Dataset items
########

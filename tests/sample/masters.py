"""The item masters of the three chains, and how their items are assigned."""

from dataclasses import dataclass

import polars as pl

from tests.sample.assortment import Item
from tests.sample.market import FEEDS, Market
from tests.sample.timeline import stream
from tests.sample.wording import description, size, variant

MISFILED = 5
UNLISTED = 2
SHARED_CATEGORIES = ("PET",)


@dataclass(frozen=True, slots=True)
class Masters:
    """Item master tables by feed, and items whose category is another's or that are missing."""

    tables: dict[str, pl.DataFrame]
    misfiled: dict[str, str]
    unlisted: tuple[str, ...]


def item_masters(market: Market, items: dict[str, tuple[Item, ...]]) -> Masters:
    """Return the item masters: some Brindlow items misfiled, some Kestrin items never entered."""
    misfiled = _misfiled(market, items["brindlow"])
    sundries = [item.code for item in items["kestrin"] if not item.aggregate.code]
    unlisted = tuple(sundries[:UNLISTED])
    tables = {
        "brindlow": _brindlow(items["brindlow"], misfiled),
        "kestrin": _kestrin(tuple(item for item in items["kestrin"] if item.code not in unlisted)),
        "ombray": _ombray(items["ombray"]),
    }
    return Masters(tables, misfiled, unlisted)


def assignment(market: Market, items: dict[str, tuple[Item, ...]], masters: Masters) -> pl.DataFrame:
    """Return which category or item belongs to which elementary aggregate."""
    rows: list[tuple[str, str, str, str]] = []
    for feed in FEEDS:
        filled = [aggregate for aggregate in market.indexed() if aggregate.slots[feed]]
        names = [aggregate.category[feed] for aggregate in filled]
        for aggregate in filled:
            category = aggregate.category[feed]
            if names.count(category) == 1 and category not in SHARED_CATEGORIES:
                rows.append((feed, category, "", aggregate.code))
        coarse = {name for name in names if names.count(name) > 1}
        rows.extend(
            (feed, "", item.code, item.aggregate.code)
            for item in items[feed]
            if item.aggregate.code and (item.aggregate.category[feed] in coarse or item.code in masters.misfiled)
        )
    rows.extend(("", name, "", _ea_of(market, name)) for name in SHARED_CATEGORIES)
    return pl.DataFrame(rows, schema=["feed", "category", "item", "ea"], orient="row")


def _ea_of(market: Market, category: str) -> str:
    return next(entry.code for entry in market.indexed() if entry.category["brindlow"] == category)


def _misfiled(market: Market, items: tuple[Item, ...]) -> dict[str, str]:
    rng = stream("misfiled")
    places = rng.choice(len(items), size=MISFILED, replace=False)
    chosen = [items[int(place)] for place in places if items[int(place)].aggregate.code]
    others = market.indexed()
    wrong: dict[str, str] = {}
    for item in chosen:
        place = (others.index(item.aggregate) + 1 + int(rng.integers(len(others) - 1))) % len(others)
        wrong[item.code] = others[place].category["brindlow"]
    return wrong


def _brindlow(items: tuple[Item, ...], misfiled: dict[str, str]) -> pl.DataFrame:
    return pl.DataFrame(
        {
            "ART_NO": [item.code for item in items],
            "DESCR": [description(item) for item in items],
            "BRAND": [item.brand.upper() for item in items],
            "SIZE_TXT": [size(item) for item in items],
            "CAT": [misfiled.get(item.code, item.aggregate.category["brindlow"]) for item in items],
            "FAT_PCT": [item.fat for item in items],
            "ORGANIC": ["Y" if item.organic else "N" for item in items],
            "VARIANT": [variant(item) for item in items],
        }
    ).sort("ART_NO")


def _kestrin(items: tuple[Item, ...]) -> pl.DataFrame:
    return pl.DataFrame(
        {
            "gtin": [item.code for item in items],
            "name": [description(item) for item in items],
            "brand": [item.brand for item in items],
            "pack": [size(item) or None for item in items],
            "department": [item.aggregate.category["kestrin"] for item in items],
            "organic": [item.organic for item in items],
            "flavour": [variant(item) for item in items],
        }
    ).sort("gtin")


def _ombray(items: tuple[Item, ...]) -> pl.DataFrame:
    return pl.DataFrame(
        {
            "réf_article": [item.code for item in items],
            "libellé": [description(item) for item in items],
            "marque": [item.brand for item in items],
            "contenance": [size(item) for item in items],
            "rayon": [item.aggregate.category["ombray"] for item in items],
            "bio": ["oui" if item.organic else "non" for item in items],
            "matière_grasse": [item.fat.replace(".", ",") for item in items],
        }
    ).sort("réf_article")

########

#### Work required
Exactly as written above, please repeat the entries.

#### Answer to the problem
filename tests/sample/masters.py
"""The item masters of the three chains, and how their items are assigned."""

from dataclasses import dataclass

import polars as pl

from tests.sample.assortment import Item
from tests.sample.market import FEEDS, Market
from tests.sample.timeline import stream
from tests.sample.wording import description, size, variant

MISFILED = 5
UNLISTED = 2
SHARED_CATEGORIES = ("PET",)


@dataclass(frozen=True, slots=True)
class Masters:
    """Item master tables by feed, and items whose category is another's or that are missing."""

    tables: dict[str, pl.DataFrame]
    misfiled: dict[str, str]
    unlisted: tuple[str, ...]


def item_masters(market: Market, items: dict[str, tuple[Item, ...]]) -> Masters:
    """Return the item masters: some Brindlow items misfiled, some Kestrin items never entered."""
    misfiled = _misfiled(market, items["brindlow"])
    sundries = [item.code for item in items["kestrin"] if not item.aggregate.code]
    unlisted = tuple(sundries[:UNLISTED])
    tables = {
        "brindlow": _brindlow(items["brindlow"], misfiled),
        "kestrin": _kestrin(tuple(item for item in items["kestrin"] if item.code not in unlisted)),
        "ombray": _ombray(items["ombray"]),
    }
    return Masters(tables, misfiled, unlisted)


def assignment(market: Market, items: dict[str, tuple[Item, ...]], masters: Masters) -> pl.DataFrame:
    """Return which category or item belongs to which elementary aggregate."""
    rows: list[tuple[str, str, str, str]] = []
    for feed in FEEDS:
        filled = [aggregate for aggregate in market.indexed() if aggregate.slots[feed]]
        names = [aggregate.category[feed] for aggregate in filled]
        for aggregate in filled:
            category = aggregate.category[feed]
            if names.count(category) == 1 and category not in SHARED_CATEGORIES:
                rows.append((feed, category, "", aggregate.code))
        coarse = {name for name in names if names.count(name) > 1}
        rows.extend(
            (feed, "", item.code, item.aggregate.code)
            for item in items[feed]
            if item.aggregate.code and (item.aggregate.category[feed] in coarse or item.code in masters.misfiled)
        )
    rows.extend(("", name, "", _ea_of(market, name)) for name in SHARED_CATEGORIES)
    return pl.DataFrame(rows, schema=["feed", "category", "item", "ea"], orient="row")


def _ea_of(market: Market, category: str) -> str:
    return next(entry.code for entry in market.indexed() if entry.category["brindlow"] == category)


def _misfiled(market: Market, items: tuple[Item, ...]) -> dict[str, str]:
    rng = stream("misfiled")
    places = rng.choice(len(items), size=MISFILED, replace=False)
    chosen = [items[int(place)] for place in places if items[int(place)].aggregate.code]
    others = market.indexed()
    wrong: dict[str, str] = {}
    for item in chosen:
        place = (others.index(item.aggregate) + 1 + int(rng.integers(len(others) - 1))) % len(others)
        wrong[item.code] = others[place].category["brindlow"]
    return wrong


def _brindlow(items: tuple[Item, ...], misfiled: dict[str, str]) -> pl.DataFrame:
    return pl.DataFrame(
        {
            "ART_NO": [item.code for item in items],
            "DESCR": [description(item) for item in items],
            "BRAND": [item.brand.upper() for item in items],
            "SIZE_TXT": [size(item) for item in items],
            "CAT": [misfiled.get(item.code, item.aggregate.category["brindlow"]) for item in items],
            "FAT_PCT": [item.fat for item in items],
            "ORGANIC": ["Y" if item.organic else "N" for item in items],
            "VARIANT": [variant(item) for item in items],
        }
    ).sort("ART_NO")


def _kestrin(items: tuple[Item, ...]) -> pl.DataFrame:
    return pl.DataFrame(
        {
            "gtin": [item.code for item in items],
            "name": [description(item) for item in items],
            "brand": [item.brand for item in items],
            "pack": [size(item) or None for item in items],
            "department": [item.aggregate.category["kestrin"] for item in items],
            "organic": [item.organic for item in items],
            "flavour": [variant(item) for item in items],
        }
    ).sort("gtin")


def _ombray(items: tuple[Item, ...]) -> pl.DataFrame:
    return pl.DataFrame(
        {
            "réf_article": [item.code for item in items],
            "libellé": [description(item) for item in items],
            "marque": [item.brand for item in items],
            "contenance": [size(item) for item in items],
            "rayon": [item.aggregate.category["ombray"] for item in items],
            "bio": ["oui" if item.organic else "non" for item in items],
            "matière_grasse": [item.fat.replace(".", ",") for item in items],
        }
    ).sort("réf_article")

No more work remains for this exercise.